Police department asked to find more cuts
KAILUA-KONA — The mayor’s office has asked the Hawaii Police Department to once again look at ways to possibly trim its budget, according to a financial report delivered to the Police Commission on Friday.
The department submitted its initial budget to the mayor’s office in late December. The department got an email last week about more cuts or to identify where more cuts might be made, said Assistant Chief of Administration Marshall Kanehailua, during the monthly meeting held in Kailua-Kona.
Proposed budget amendments and additional requests for all departments are due April 13.
Kanehailua spoke to the commissioners about the increase in salaries versus operating costs.
He said there is no comparison between wages and a status quo budget because salaries are negotiated through unions while the county council approves operating costs.
Deputy Chief Kenneth Bugado said the budget the department submitted for the next fiscal year is $65,162,316.
The budget from fiscal year 2016-17 was $65,098,683, with salaries and wages accounting for $42,260,928 of the total.

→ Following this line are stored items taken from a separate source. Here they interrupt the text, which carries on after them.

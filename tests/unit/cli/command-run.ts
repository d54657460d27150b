/** Runs the real command in a process of its own, on real files in a temporary folder. */
import { execFile, execFileSync } from 'node:child_process';
import { mkdtempSync, rmSync } from 'node:fs';
import { tmpdir } from 'node:os';
import { join } from 'node:path';
import { run } from '../../../server/cli/main.ts';

export interface Run {
  status: number;
  out: string;
  err: string;
}

const launcher = 'server/cli/pennyweight.js';

export function pennyweight(...args: string[]): Promise<Run> {
  return new Promise((resolve) => {
    execFile(process.execPath, [launcher, ...args], { maxBuffer: 64 * 2 ** 20 }, (error, out, err) =>
      resolve({ status: error ? Number(error.code) : 0, out, err }),
    );
  });
}

/** The same without a process of its own, for what ends before any archive is read: a tenth of the time. */
export async function runHere(...args: string[]): Promise<Run> {
  let out = '';
  let err = '';
  const status = await run(args, {
    result: (text) => (out += `${text}\n`),
    message: (text) => (err += `${text}\n`),
    progress: () => undefined,
  });
  return { status, out, err };
}

/** The one JSON object of standard output; anything beside it fails. */
export function jsonOf(run: Run): unknown {
  return JSON.parse(run.out);
}

export interface Expected {
  sha256: string;
  bytes: number;
  min: number;
  max: number;
  mean: number;
  norm: number[];
  simpson: number[];
  singular_values: number[];
  spaceSum: number;
}

/** Writes the archives of records.py; `at` names a file among them. */
export function makeArchives(): { at: (name: string) => string; expected: Expected; remove: () => void } {
  const folder = mkdtempSync(join(tmpdir(), 'pennyweight-cli-'));
  const expected = JSON.parse(
    execFileSync('/usr/bin/python3', ['tests/unit/cli/records.py', folder], { encoding: 'utf8' }),
  ) as Expected;
  return { at: (name) => join(folder, name), expected, remove: () => rmSync(folder, { recursive: true, force: true }) };
}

Since 2008, Kanehailua said, the department has reduced its budget or maintained the status quo, meaning the budget didn’t change from the year prior.
“You can only trim so much. Now you’re picking the bones,” Kanehailua told commissioners.
Police Chief Paul Ferreira sat in front of the commissioners after Kanehailua. He said the first things usually to get cut are training, travel and subscriptions.
Keith Morioka, chairman of the commission, said the budget is always a concern.
“Right now, the mayor says there’s no money and they got to cut the budget – it’s very difficult for them,” he said.
Mayor Harry Kim is aware of the budget concerns at the police department. He said all county departments are going through a review process for the 2017-18 fiscal year.
The mayor said this is a time for the departments to review their budgets and to justify them. He added the police department and its budget is a priority.
Revenues and expenses are unstable because the county is unsure how much money it will get from the Tourism Accommodation Tax, Kim said. It is also unstable because of collective bargaining, the negotiation of salaries.
The county will finalize the 2017-18 budget in July.
A crime report was also delivered for Area I: South Hilo, North Hilo, Hamakua and Puna and Area II: South Kohala, North Kohala, Kona and Kau.